Predicted Alignment Error (PAE)

  • The Predicted Alignment Error (PAE) gives us an expected distance error based on each residue.
  • If we are more confident that the distance between two residues is accurate, then the PAE is lower (darker green). If we are less confident that the distance between two residues is accurate, the PAE is higher (lighter green)

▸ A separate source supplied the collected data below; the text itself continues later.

class BandSet:
    """Several bands sharing one frequency grid, each as a weight vector.

    Parameters
    ----------
    bands : iterable of Band
        At least one band; names must be unique.

    Attributes
    ----------
    bands : tuple of Band
    names : tuple of str
    nu_ref_hz : ndarray, shape (n_bands,)
        Reference frequencies in Hz.
    nu_grid_hz : ndarray, shape (n_grid,)
        Sorted union of all band nodes, Hz.
    weights : ndarray, shape (n_bands, n_grid)
        Each band's trapezoid weights (:attr:`Band.weights`) placed on its own
        nodes of the grid, zero elsewhere. A monochromatic band is a single 1.

    Raises
    ------
    InputError
        Empty input, an element that is not a Band, or duplicate names.

    Notes
    -----
    The quoted band fluxes of spectra sampled on the grid are
    ``spectrum_on_grid @ weights.T``: shape (..., n_grid) -> (..., n_bands),
    one matrix product for any number of models.

    Examples
    --------
    >>> bs = BandSet([Band.tophat("b250", 250.0, 0.3), Band.monochromatic("m850", 850.0)])
    >>> bs.weights.shape == (2, bs.nu_grid_hz.size)
    True
    """

    def __init__(self, bands: Iterable[Band]) -> None:
        if isinstance(bands, Band):
            raise InputError("BandSet takes a list of Band objects; wrap a single band: BandSet([band])")
        bands = tuple(bands)
        if not bands:
            raise InputError("BandSet needs at least one band")
        for i, b in enumerate(bands):
            if not isinstance(b, Band):
                raise InputError(f"BandSet element {i} is a {type(b).__name__}, not a Band")
        names = tuple(b.name for b in bands)
        dupes = sorted({n for n in names if names.count(n) > 1})
        if dupes:
            raise InputError(f"duplicate band name(s) {dupes}; give each band a unique name")
        self.bands = bands
        self.names = names
        self._index = {n: i for i, n in enumerate(names)}
        self.nu_ref_hz = _readonly([b.nu_ref_hz for b in bands])
        grid = np.unique(np.concatenate([b.nu_hz for b in bands]))
        weights = np.zeros((len(bands), grid.size))
        for i, b in enumerate(bands):  # loop over bands, not frequencies
            weights[i, np.searchsorted(grid, b.nu_hz)] = b.weights
        self.nu_grid_hz = _readonly(grid)
        self.weights = _readonly(weights)

    def band_fluxes(self, spectrum_on_grid: u.Quantity | ArrayLike) -> np.ndarray:
        """Quoted band fluxes of spectra sampled on :attr:`nu_grid_hz`.

        Parameters
        ----------
        spectrum_on_grid : array_like or Quantity, shape (..., n_grid)
            Flux densities (any linear unit) at the grid frequencies.

        Returns
        -------
        ndarray or Quantity, shape (..., n_bands)
            ``spectrum_on_grid @ weights.T``, in the unit of the input.

        Raises
        ------
        InputError
            If the last axis is not n_grid long.
        """
        unit = spectrum_on_grid.unit if isinstance(spectrum_on_grid, u.Quantity) else None
        # Quantity is Any to mypy, so the isinstance test above does not narrow the union
        s = np.asarray(spectrum_on_grid.value if unit is not None else spectrum_on_grid,  # type: ignore[union-attr]
                       dtype=float)
        if s.ndim == 0 or s.shape[-1] != self.nu_grid_hz.size:
            raise InputError(
                f"spectrum_on_grid must have last axis of length n_grid = "
                f"{self.nu_grid_hz.size} (BandSet.nu_grid_hz), got shape {s.shape}"
            )
        out = s @ self.weights.T
        return out * unit if unit is not None else out

    def color_correction(self, spectrum: Callable[[np.ndarray], np.ndarray]) -> np.ndarray:
        """Colour corrections K = F_quoted / S(nu_ref), one per band.

        Parameters
        ----------
        spectrum : callable
            ``f(nu_hz) -> ndarray`` with the frequency axis last, shape
            (..., n_nu) for ``nu_hz`` of shape (n_nu,).

        Returns
        -------
        ndarray, shape (..., n_bands)
            K per band. True monochromatic flux density at nu_ref =
            F_quoted / K.

        Raises
        ------
        InputError
            As :meth:`Band.color_correction`.
        """
        flux = _evaluate_spectrum(spectrum, np.array(self.nu_grid_hz), "nu_grid_hz") @ self.weights.T
        s_ref = _evaluate_spectrum(spectrum, np.array(self.nu_ref_hz), "nu_ref_hz")
        return _ratio_or_raise(flux, s_ref, self.names)

    def index(self, name: str) -> int:
        """Position of band ``name``; InputError naming the known bands if absent."""
        try:
            return self._index[name]
        except (KeyError, TypeError):
            raise InputError(
                f"no band named {name!r}; known bands: {', '.join(self.names)}"
            ) from None

    def subset(self, names: Sequence[str]) -> BandSet:
        """A new BandSet with the named bands, in the order given."""
        if isinstance(names, str):
            names = [names]
        return BandSet([self.bands[self.index(n)] for n in names])

    def __getitem__(self, key: int | str) -> Band:
        if isinstance(key, str):
            return self.bands[self.index(key)]
        if isinstance(key, numbers.Integral) and not isinstance(key, bool):
            if -len(self.bands) <= key < len(self.bands):
                return self.bands[key]
            raise InputError(f"band index {key} out of range for {len(self.bands)} bands")
        raise InputError(f"bands are indexed by name or integer, got {type(key).__name__}")

    def __len__(self) -> int:
        return len(self.bands)

    def __iter__(self) -> Iterator[Band]:
        return iter(self.bands)

    def __contains__(self, name: object) -> bool:
        return name in self._index

    def __repr__(self) -> str:
        return f"BandSet({list(self.names)}, n_grid={self.nu_grid_hz.size})"
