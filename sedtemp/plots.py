"""Publication figures: posterior corner plot, SED, comparison, population and trace plots.

Every function builds a :class:`matplotlib.figure.Figure` directly (no pyplot
state, so thousands of figures made in a pipeline do not pile up), draws on
an empty ``fig=`` when one is given, returns the figure and never shows it.
:func:`save_figure` writes it as PDF (vector) and PNG; every plotting
function also takes ``save_to=`` to do that in one call.

The house style (sizes for a journal's single column, inward ticks, a serif
font with matching mathtext) is applied with :func:`matplotlib.rc_context`
while a figure is built and saved, so the user's global ``rcParams`` are never
changed. Colours come from the palette of Okabe & Ito (2008), which stays
distinguishable for the common colour-vision deficiencies; every category
also has its own marker, and the model bands of the SED plot are one hue in
steps of lightness, so the figures survive greyscale printing.

References
----------
Okabe, M. & Ito, K. 2008, "Color Universal Design (CUD): how to make figures
and presentations that are friendly to colorblind people" (palette hex
values from memory).
"""

from __future__ import annotations

from collections.abc import Mapping, Sequence
from pathlib import Path
from typing import TYPE_CHECKING

import astropy.constants as const
import astropy.units as u
import matplotlib as mpl
import numpy as np
from matplotlib.collections import LineCollection, PolyCollection
from matplotlib.figure import Figure, FigureBase
from matplotlib.lines import Line2D
from matplotlib.patches import Patch
from matplotlib.ticker import FuncFormatter, LogLocator, NullFormatter
from scipy.ndimage import gaussian_filter, map_coordinates

from ._units import to_kelvin
from .errors import InputError

if TYPE_CHECKING:  # annotations only
    from astropy.table import Table

    from .fit import FitResult

__all__ = [
    "corner_plot",
    "sed_plot",
    "comparison_plot",
    "population_plot",
    "trace_plot",
    "save_figure",
    "FLAG_STYLES",
    "SINGLE_COLUMN_IN",
    "DOUBLE_COLUMN_IN",
]

#: Figure widths in inches: A&A's column (88 mm) and a two-column page (~7 in).
SINGLE_COLUMN_IN = 3.46
DOUBLE_COLUMN_IN = 7.0

_OKABE_ITO = {  # Okabe & Ito (2008), from memory
    "black": "#000000", "orange": "#E69F00", "sky_blue": "#56B4E9", "green": "#009E73",
    "yellow": "#F0E442", "blue": "#0072B2", "vermillion": "#D55E00", "purple": "#CC79A7",
}
_GREY = "#808080"
#: SED model: one hue (blue) at three lightness steps, so the bands stay ordered in greyscale.
_SED_COLOURS = {"band95": "#c6dbef", "band68": "#6baed6", "median": "#08306b"}

#: Comparison flag -> (colour, marker, legend text in plain words).
FLAG_STYLES = {
    "consistent": (_OKABE_ITO["blue"], "o", "consistent with radiative equilibrium"),
    "extra_heating": (_OKABE_ITO["vermillion"], "^", "warmer than equilibrium: extra heating"),
    "shielded": (_OKABE_ITO["sky_blue"], "v", "colder than equilibrium: shielded"),
    "non_equilibrium": (_OKABE_ITO["purple"], "D", "small grains, not in equilibrium"),
    "unconstrained": (_GREY, "s", "temperature not constrained by the data"),
}
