if TYPE_CHECKING:
    import astropy.units as u

    from ..bands import BandSet
    from ..models import ModifiedBlackbody, SEDModel

__all__ = ["LogPosterior", "default_model", "fit_source"]

#: The kept chain must be this many integrated autocorrelation times long, so
#: that an early, lucky ESS estimate does not stop it.
_TAU_LENGTH = 10
#: Split R-hat (rank-normalised) below which the walkers agree (Vehtari et al. 2021).
_RHAT_MAX = 1.01
#: Burn-in: this many autocorrelation times are discarded (at most half the chain).
_BURN_TAU = 3
#: Split R-hat of the raw values above which the rank-normalised check is skipped (its
#: threshold is _RHAT_MAX = 1.01). On the benchmark's chains the rank-normalised value
#: exceeded the raw one by at most 0.0005 (measured over 4 fits, 50 checks), 10x below the margin.
_RHAT_PRECHECK = 1.015
_PPP_DRAWS = 500
#: 16-node Gauss-Hermite rule, weights folded with exp(x^2) so the integrand is used as is.
_GH_X, _GH_W = np.polynomial.hermite.hermgauss(16)
_GH_LOGW = np.log(_GH_W) + _GH_X**2
#: Nodes of the coarse grid posterior that places the walkers.
_START_N_T, _START_N_BETA = 40, 24


def default_model() -> ModifiedBlackbody:
    """The model used when none is given: optically thin, amplitude as tau (no distance needed)."""
    import astropy.units as u

    from ..models import ModifiedBlackbody

    return ModifiedBlackbody(amplitude="tau", solid_angle=1.0 * u.arcsec**2)


class LogPosterior:
    """Vectorised log posterior, ``(n_walkers, n_params) -> (n_walkers,)``; picklable.

    Returns ``-inf`` outside the prior or where the model is unphysical, never NaN.
    """

    def __init__(self, model, bands, likelihood, prior, used):
        self.model, self.bands, self.likelihood, self.prior = model, bands, likelihood, prior
        self.names = tuple(model.param_names)
        self.used = used

    def model_band_fluxes(self, theta: ArrayLike) -> np.ndarray:
        sed = self.model.sed_si(self.bands.nu_grid_hz, theta)
        return self.bands.band_fluxes(sed)[:, self.used]

    def __call__(self, theta):
        theta = np.atleast_2d(theta)
        lp = self.prior.logpdf(theta, self.names)
        good = np.isfinite(lp) & np.asarray(self.model.valid(theta), bool)
        out = np.full(theta.shape[0], -np.inf)
        if good.any():
            with np.errstate(over="ignore", invalid="ignore"):
                ll = self.likelihood(self.model_band_fluxes(theta[good]))
            out[good] = np.where(np.isfinite(ll), ll + lp[good], -np.inf)
        return out


class MarginalLogPosterior:
    """Log posterior of the free parameters (T[, beta]) with the linear amplitude integrated out.

    ``(n_walkers, n_free) -> (n_walkers, 3)``: column 0 the log posterior
    (``-inf`` outside the prior, never NaN), columns 1-2 the conditional
    amplitude's Gaussian mean and sd (emcee keeps them as blobs, so the
    amplitude is drawn afterwards without re-evaluating the model).

    The integral over A uses the exact likelihood (calibration covariance
    and upper limits included) on 48 quadrature nodes placed on the
    conditional Gaussian (:func:`~sedtemp.fit.amplitude.quadrature_nodes`),
    so it is exact to quadrature accuracy for either amplitude prior.
    """

    def __init__(self, model, bands, likelihood, prior, used, cal):
        self.model, self.bands, self.likelihood, self.prior = model, bands, likelihood, prior
        self.names = tuple(model.param_names)
        self.amp_name = model.amplitude_name
        self.free = tuple(n for n in self.names if n != self.amp_name)
        self.used = used
        self.amplitude = amplitude_marginal(prior[self.amp_name])
        det = likelihood.detected
        self._F = np.where(det, likelihood.flux, 0.0)[None]
        self._iv = np.where(det, 1.0 / np.where(det, likelihood.err, 1.0) ** 2, 0.0)[None]
        c = np.zeros((det.size, 0)) if cal is None else np.where(det[:, None], cal, 0.0)
        self._masks = (c > 0).astype(float).T
        self._d2 = np.array([col[col > 0].max() ** 2 for col in c.T]) if c.shape[1] else np.zeros(0)
        self._uniform_linear = not isinstance(self.amplitude, LogUniformLinearAmplitude)
        a = self.amplitude
        self._norm = (-np.log(a.a_hi - a.a_lo) if self._uniform_linear
                      else -np.log(np.log(10.0) * (prior[self.amp_name].high - prior[self.amp_name].low)))

    def _nodes(self, mu, sd):
        """Quadrature nodes for int L dA / A: Gauss-Hermite on the conditional Gaussian when every
        walker's amplitude is > 16 sd from 0 and 8 sd from the prior bounds (the integrand is then
        a near-Gaussian times a slowly varying 1 / A); the general two-panel rule otherwise."""
        a = self.amplitude
        if np.all((mu > 16 * sd) & (mu - 8 * sd > a.a_lo) & (mu + 8 * sd < a.a_hi)):
            A = mu[:, None] + np.sqrt(2.0) * sd[:, None] * _GH_X
            return A, np.log(np.sqrt(2.0) * sd)[:, None] + _GH_LOGW - np.log(A)
        return quadrature_nodes(mu, sd, a.a_lo, a.a_hi)

    def full_theta(self, x: np.ndarray, log_amp: ArrayLike | None = None) -> np.ndarray:
        """(n, n_free) -> (n, n_params) with the amplitude column (0 unless given)."""
        cols = dict(zip(self.free, np.atleast_2d(x).T, strict=True))
        cols[self.amp_name] = np.zeros(len(x)) if log_amp is None else log_amp
        return np.column_stack([cols[n] for n in self.names])

    def templates(self, x: np.ndarray) -> np.ndarray:
        theta = self.full_theta(x)
        return self.bands.band_fluxes(self.model.template_si(self.bands.nu_grid_hz, theta))[:, self.used]

    def node_log_likelihood(self, A: np.ndarray,
                            sums: tuple[np.ndarray, np.ndarray, np.ndarray, list[tuple[np.ndarray, np.ndarray]]],
                            g: np.ndarray) -> np.ndarray:
        """The likelihood's log at amplitudes A (n, q) of templates g (n, n_used), (n, q).

        Equal to ``likelihood(A[..., None] * g[:, None])`` (to rounding, tested)
        but from the :func:`~sedtemp.fit._blocks.group_sums` of the templates:
        with m = A g and r = F - A g over the detected bands,
        sum r^2 / sigma^2 = f - 2 A b + A^2 a, and per calibration group
        a_k(A) = A^2 a_k and b_k(A) = A b_k - A^2 a_k (the Woodbury terms of
        :func:`sedtemp.likelihood.calibrated_chi2`).
        """
        s_gg, s_fg, s_ff, parts = sums
        s_gg, s_fg = s_gg[0][:, None], s_fg[0][:, None]
        chi2 = s_ff[0, 0] - 2.0 * A * s_fg + A * A * s_gg
        logdet = np.zeros_like(A)
        for (g_gg, g_fg), dk in zip(parts, self._d2, strict=True):  # a few calibration groups
            a_k = A * A * g_gg[0][:, None]
            b_k = A * g_fg[0][:, None] - a_k
            den = 1.0 + dk * a_k
            chi2 = chi2 - dk * b_k * b_k / den
            logdet = logdet + np.log(den)
        lk = self.likelihood
        out = lk._const - 0.5 * (chi2 + logdet)
        if lk.limit_only.any():
            gl = g[:, lk.limit_only]
            out = out + np.sum(log_ndtr((lk._lim_f - A[..., None] * gl[:, None, :]) / lk._lim_err), axis=-1)
        return out

    def __call__(self, x):
        x = np.atleast_2d(x)
        out = np.full((x.shape[0], 3), np.nan)
        out[:, 0] = -np.inf
        lp = self.prior.logpdf(x, self.free)
        good = np.isfinite(lp) & np.asarray(self.model.valid(self.full_theta(x)), bool)
        if not good.any():
            return out
        with np.errstate(over="ignore", invalid="ignore", divide="ignore"):
            g = self.templates(x[good])
            sums = group_sums(self._F, self._iv, g, self._masks)
            a_hat, sd, _, _ = conditional(self._F, self._iv, g, self._masks, self._d2, sums)
            a_hat, sd = a_hat[0], sd[0]
            ok = np.isfinite(a_hat) & np.isfinite(sd) & (sd > 0)
            A, lw = self._nodes(np.where(ok, a_hat, 1.0), np.where(ok, sd, 1.0))
            ll = self.node_log_likelihood(A, sums, g)
            if self._uniform_linear:
                lw = lw + np.log(A)
            lm = _logsumexp(lw + ll) + self._norm
        val = np.where(ok & np.isfinite(lm), lm + lp[good], -np.inf)
        out[good, 0] = val
        out[good, 1], out[good, 2] = a_hat, sd
        return out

  • Now that we have an idea of what these metrics mean, let's try generating these plots for the Cas12a-CWF mutant on the cluster. First navigate to: https://ondemand.pax.tufts.edu/

  • Log in with your Tufts credentials

  • On the top menu bar choose Clusters->Tufts HPC Shell Access

  • You'll see a welcome message and a bash prompt, for example for user tutln01:
[tutln01@login001 ~]$
  • This indicates you are logged in to the login node of the cluster. Please do not run any program from the login node.
Are you logged into OnDemand?
  • Yes
  • No

Starting an Interactive Session

  • To run our analyses we will need to move from the login node to a compute node. We can do this by entering:
srun -p batch --time=3:00:00 -n 2 --mem=4g --reservation=chbe165 --pty bash
Explanation of Commands
  • srun: SLURM command to run a parallel job
  • -p: asking for a partition, here we are requesting the batch partition
  • --time: time we need here we request 3 hours
  • -n: number of CPUs needed here we requested 2
  • --mem: memory we need here we request 4 Gigabytes
  • --reservation: the reservation of compute resources to use here we use the chbe165 reservation
  • --pty: get a pseudo bash terminal

The chbe165 reservation will be unavailable a few days after this workshop. This reservation is a temporary reservation for this class. To get on an interactive node outside of this session just remove --reservation=chbe165 from the command!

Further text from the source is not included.